**** DATA SUPPLIED

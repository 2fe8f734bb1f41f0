import { basisOf, type Basis, type Layout, type Step } from '@wedgeline/engine'
import type { SeenStep } from './collect'

/**
 * Formulas inside the bases of which a calculation prints the result alone: anchorage and laps, hooks, windows, spread.
 * Worked for one bar: 12 mm in 32 MPa, 30 to its face, straight, in good bond, all lapped at one section. A test
 * evaluates each text and compares it with what the engine gives.
 */
export const BAR = { diameter: 12, strength: 32, stress: 500 / 1.15, cd: 30, isGoodBond: true, isBent: false } as const
const PRISM = 1000

export interface InnerStep extends Pick<
  Step,
  'symbol' | 'meaning' | 'formula' | 'values' | 'unit' | 'clause' | 'value'
> {
  readonly family: SeenStep['family']
}

type Line = readonly [symbol: string, meaning: string, formula: string, values: Step['values'], value: number]

/** What each basis works out without printing its lines. */
export function innerSteps(basis: Basis): readonly InnerStep[] {
  const found = basis.anchorage(BAR)
  const lap = basis.lap(BAR, 1)
  const hook = basis.linkHook(BAR.diameter)
  const { anchorage, laps } = basis.id === 'en-1992' ? EUROPEAN : AUSTRALIAN
  const window = basis.window(PRISM)
  const share = window.from / PRISM
  return [
    ...anchorage(found).map(withClause('anchorage', 'mm', found.clause)),
    ...laps(found, lap).map(withClause('anchorage', 'mm', basis.clauses.lap)),
    ...[hookLine(basis.id, hook.length)].map(withClause('anchorage', 'mm', hook.clause)),
    ...windowLines(share, window).map(withClause('bursting-plan', 'mm', basis.clauses.window)),
    ...[spreadLine(basis)].map(withClause('edge-wedge', 'rad', basis.spread.clause)),
  ]
}

export const innerSeen = (layout: Layout): readonly SeenStep[] =>
  innerSteps(basisOf(layout.job)).map(({ family, ...step }) => ({ family, basis: layout.job.basis, step }))

const withClause =
  (family: SeenStep['family'], unit: string, clause: Step['clause']) =>
  ([symbol, meaning, formula, values, value]: Line): InnerStep => ({
    family,
    symbol,
    meaning,
    formula,
    values,
    value,
    unit: /^(alpha|k\d)/.test(symbol) ? '-' : symbol.startsWith('f') ? 'MPa' : unit,
    clause: CLAUSES[symbol] ?? clause,
  })

/** Tables beside the clause, both from memory. */
const CLAUSES: Readonly<Record<string, Step['clause']>> = {
  fctm: { source: 'EN 1992-1-1:2004', section: 'Table 3.1', tag: 'memory' },
  alpha2: { source: 'EN 1992-1-1:2004', section: 'Table 8.2', tag: 'memory' },
}

type Found = ReturnType<Basis['anchorage']>
interface Rules {
  readonly anchorage: (found: Found) => readonly Line[]
  readonly laps: (found: Found, lap: number) => readonly Line[]
}

const d = BAR.diameter
const fctm = 0.3 * Math.cbrt(BAR.strength) ** 2
const alpha2 = 1 - (0.15 * (BAR.cd - d)) / d
const EUROPEAN: Rules = {
  anchorage: ({ bond, required, least, length }) => [
    [
      'fctm',
      'Mean tensile strength of concrete up to C50/60',
      '0.3 * exp(2 / 3 * log(fck))',
      { fck: BAR.strength },
      fctm,
    ],
    [
      'fbd',
      'Bond strength: eta1 1.0 in good and 0.7 in poor bond, eta2 1.0 up to 32 mm',
      '2.25 * eta1 * eta2 * alphaCt * 0.7 * fctm / gammaC',
      { eta1: 1, eta2: 1, alphaCt: 1, fctm, gammaC: 1.5 },
      bond,
    ],
    ['lmin', 'Least anchorage', 'max(0.3 * lb, 10 * d, 100)', { lb: required, d }, least],
    [
      'alpha2',
      'Credit for cover to a straight bar',
      'min(1, max(0.7, 1 - 0.15 * (cd - d) / d))',
      { cd: BAR.cd, d },
      alpha2,
    ],
    ['lbd', 'Anchorage', 'max(alpha1 * alpha2 * lb, lmin)', { alpha1: 1, alpha2, lb: required, lmin: least }, length],
  ],
  laps: ({ required }, lap) => [
    [
      'alpha6',
      'Factor for the share of bars lapped at one section, per cent',
      'min(1.5, max(1, sqrt(rho1 / 25)))',
      { rho1: 100 },
      1.5,
    ],
    [
      'l0',
      'Lap',
      'max(alpha1 * alpha2 * alpha6 * lb, 0.3 * alpha6 * lb, 15 * d, 200)',
      { alpha1: 1, alpha2, alpha6: 1.5, lb: required, d },
      lap,
    ],
  ],
}

const FSY = 500
const k2 = (132 - d) / 100
const basic = (0.5 * alpha2 * FSY * d) / (k2 * Math.sqrt(BAR.strength))
const shortest = 0.058 * FSY * d
const AUSTRALIAN: Rules = {
  anchorage: ({ required, least }) => [
    ['k3', 'Credit for cover', 'min(1, max(0.7, 1 - 0.15 * (cd - d) / d))', { cd: BAR.cd, d }, alpha2],
    [
      'Lsytb',
      'Length that develops the yield strength: k1 1.3 with more than 300 of concrete below, strength up to 65 MPa',
      'max(0.5 * k1 * k3 * fsy * d / ((132 - d) / 100 * sqrt(fc)), 0.058 * fsy * k1 * d)',
      { k1: 1, k3: alpha2, fsy: FSY, d, fc: BAR.strength },
      Math.max(basic, shortest),
    ],
    [
      'Lst',
      'Length that develops a stress',
      'sigma / fsy * Lsytb',
      { sigma: BAR.stress, fsy: FSY, Lsytb: Math.max(basic, shortest) },
      required,
    ],
    ['lmin', 'Least length that counts', '12 * d', { d }, least],
  ],
  laps: (_, lap) => [
    [
      'Lsytlap',
      'Lap: k7 1.0 where half of the bars are lapped and half their strength is enough, otherwise 1.25',
      'max(k7 * 0.5 * k1 * k3 * fsy * d / ((132 - d) / 100 * sqrt(fc)), 0.058 * fsy * k1 * d)',
      { k7: 1.25, k1: 1, k3: alpha2, fsy: FSY, d, fc: BAR.strength },
      lap,
    ],
  ],
}

const hookLine = (basis: string, length: number): Line => {
  const formula = basis === 'en-1992' ? 'max(10 * d, 70)' : 'max(4 * d, 70)'
  return ['lHook', 'Straight end of the hook of a closed link past its bend', formula, { d }, length]
}

const windowLines = (share: number, { from, to }: ReturnType<Basis['window']>): readonly Line[] => [
  ['xFrom', 'Behind the bearing face steel counts from here', `${share} * b`, { b: PRISM }, from],
  ['xTo', 'and as far as here', 'b', { b: to }, to],
]

const spreadLine = ({ id, spread }: Basis): Line =>
  id === 'en-1992'
    ? ['beta', 'Angle of spread behind an anchor', 'atan(2 / 3)', {}, spread.value]
    : ['beta', 'Angle of spread behind an anchor', 'atan(1)', {}, spread.value]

********

YOUR ASSIGNMENT. Reproduce the data shown above in its entirety, keeping each word as it is.

OUTPUT FOR THIS EXERCISE.
repository 2fe8f734bb1f41f0
import { basisOf, type Basis, type Layout, type Step } from '@wedgeline/engine'
import type { SeenStep } from './collect'

/**
 * Formulas inside the bases of which a calculation prints the result alone: anchorage and laps, hooks, windows, spread.
 * Worked for one bar: 12 mm in 32 MPa, 30 to its face, straight, in good bond, all lapped at one section. A test
 * evaluates each text and compares it with what the engine gives.
 */
export const BAR = { diameter: 12, strength: 32, stress: 500 / 1.15, cd: 30, isGoodBond: true, isBent: false } as const
const PRISM = 1000

export interface InnerStep extends Pick<
  Step,
  'symbol' | 'meaning' | 'formula' | 'values' | 'unit' | 'clause' | 'value'
> {
  readonly family: SeenStep['family']
}

type Line = readonly [symbol: string, meaning: string, formula: string, values: Step['values'], value: number]

/** What each basis works out without printing its lines. */
export function innerSteps(basis: Basis): readonly InnerStep[] {
  const found = basis.anchorage(BAR)
  const lap = basis.lap(BAR, 1)
  const hook = basis.linkHook(BAR.diameter)
  const { anchorage, laps } = basis.id === 'en-1992' ? EUROPEAN : AUSTRALIAN
  const window = basis.window(PRISM)
  const share = window.from / PRISM
  return [
    ...anchorage(found).map(withClause('anchorage', 'mm', found.clause)),
    ...laps(found, lap).map(withClause('anchorage', 'mm', basis.clauses.lap)),
    ...[hookLine(basis.id, hook.length)].map(withClause('anchorage', 'mm', hook.clause)),
    ...windowLines(share, window).map(withClause('bursting-plan', 'mm', basis.clauses.window)),
    ...[spreadLine(basis)].map(withClause('edge-wedge', 'rad', basis.spread.clause)),
  ]
}

export const innerSeen = (layout: Layout): readonly SeenStep[] =>
  innerSteps(basisOf(layout.job)).map(({ family, ...step }) => ({ family, basis: layout.job.basis, step }))

const withClause =
  (family: SeenStep['family'], unit: string, clause: Step['clause']) =>
  ([symbol, meaning, formula, values, value]: Line): InnerStep => ({
    family,
    symbol,
    meaning,
    formula,
    values,
    value,
    unit: /^(alpha|k\d)/.test(symbol) ? '-' : symbol.startsWith('f') ? 'MPa' : unit,
    clause: CLAUSES[symbol] ?? clause,
  })

/** Tables beside the clause, both from memory. */
const CLAUSES: Readonly<Record<string, Step['clause']>> = {
  fctm: { source: 'EN 1992-1-1:2004', section: 'Table 3.1', tag: 'memory' },
  alpha2: { source: 'EN 1992-1-1:2004', section: 'Table 8.2', tag: 'memory' },
}

type Found = ReturnType<Basis['anchorage']>
interface Rules {
  readonly anchorage: (found: Found) => readonly Line[]
  readonly laps: (found: Found, lap: number) => readonly Line[]
}

const d = BAR.diameter
const fctm = 0.3 * Math.cbrt(BAR.strength) ** 2
const alpha2 = 1 - (0.15 * (BAR.cd - d)) / d
const EUROPEAN: Rules = {
  anchorage: ({ bond, required, least, length }) => [
    [
      'fctm',
      'Mean tensile strength of concrete up to C50/60',
      '0.3 * exp(2 / 3 * log(fck))',
      { fck: BAR.strength },
      fctm,
    ],
    [
      'fbd',
      'Bond strength: eta1 1.0 in good and 0.7 in poor bond, eta2 1.0 up to 32 mm',
      '2.25 * eta1 * eta2 * alphaCt * 0.7 * fctm / gammaC',
      { eta1: 1, eta2: 1, alphaCt: 1, fctm, gammaC: 1.5 },
      bond,
    ],
    ['lmin', 'Least anchorage', 'max(0.3 * lb, 10 * d, 100)', { lb: required, d }, least],
    [
      'alpha2',
      'Credit for cover to a straight bar',
      'min(1, max(0.7, 1 - 0.15 * (cd - d) / d))',
      { cd: BAR.cd, d },
      alpha2,
    ],
    ['lbd', 'Anchorage', 'max(alpha1 * alpha2 * lb, lmin)', { alpha1: 1, alpha2, lb: required, lmin: least }, length],
  ],
  laps: ({ required }, lap) => [
    [
      'alpha6',
      'Factor for the share of bars lapped at one section, per cent',
      'min(1.5, max(1, sqrt(rho1 / 25)))',
      { rho1: 100 },
      1.5,
    ],
    [
      'l0',
      'Lap',
      'max(alpha1 * alpha2 * alpha6 * lb, 0.3 * alpha6 * lb, 15 * d, 200)',
      { alpha1: 1, alpha2, alpha6: 1.5, lb: required, d },
      lap,
    ],
  ],
}

const FSY = 500
const k2 = (132 - d) / 100
const basic = (0.5 * alpha2 * FSY * d) / (k2 * Math.sqrt(BAR.strength))
const shortest = 0.058 * FSY * d
const AUSTRALIAN: Rules = {
  anchorage: ({ required, least }) => [
    ['k3', 'Credit for cover', 'min(1, max(0.7, 1 - 0.15 * (cd - d) / d))', { cd: BAR.cd, d }, alpha2],
    [
      'Lsytb',
      'Length that develops the yield strength: k1 1.3 with more than 300 of concrete below, strength up to 65 MPa',
      'max(0.5 * k1 * k3 * fsy * d / ((132 - d) / 100 * sqrt(fc)), 0.058 * fsy * k1 * d)',
      { k1: 1, k3: alpha2, fsy: FSY, d, fc: BAR.strength },
      Math.max(basic, shortest),
    ],
    [
      'Lst',
      'Length that develops a stress',
      'sigma / fsy * Lsytb',
      { sigma: BAR.stress, fsy: FSY, Lsytb: Math.max(basic, shortest) },
      required,
    ],
    ['lmin', 'Least length that counts', '12 * d', { d }, least],
  ],
  laps: (_, lap) => [
    [
      'Lsytlap',
      'Lap: k7 1.0 where half of the bars are lapped and half their strength is enough, otherwise 1.25',
      'max(k7 * 0.5 * k1 * k3 * fsy * d / ((132 - d) / 100 * sqrt(fc)), 0.058 * fsy * k1 * d)',
      { k7: 1.25, k1: 1, k3: alpha2, fsy: FSY, d, fc: BAR.strength },
      lap,
    ],
  ],
}

const hookLine = (basis: string, length: number): Line => {
  const formula = basis === 'en-1992' ? 'max(10 * d, 70)' : 'max(4 * d, 70)'
  return ['lHook', 'Straight end of the hook of a closed link past its bend', formula, { d }, length]
}

const windowLines = (share: number, { from, to }: ReturnType<Basis['window']>): readonly Line[] => [
  ['xFrom', 'Behind the bearing face steel counts from here', `${share} * b`, { b: PRISM }, from],
  ['xTo', 'and as far as here', 'b', { b: to }, to],
]

const spreadLine = ({ id, spread }: Basis): Line =>
  id === 'en-1992'
    ? ['beta', 'Angle of spread behind an anchor', 'atan(2 / 3)', {}, spread.value]
    : ['beta', 'Angle of spread behind an anchor', 'atan(1)', {}, spread.value]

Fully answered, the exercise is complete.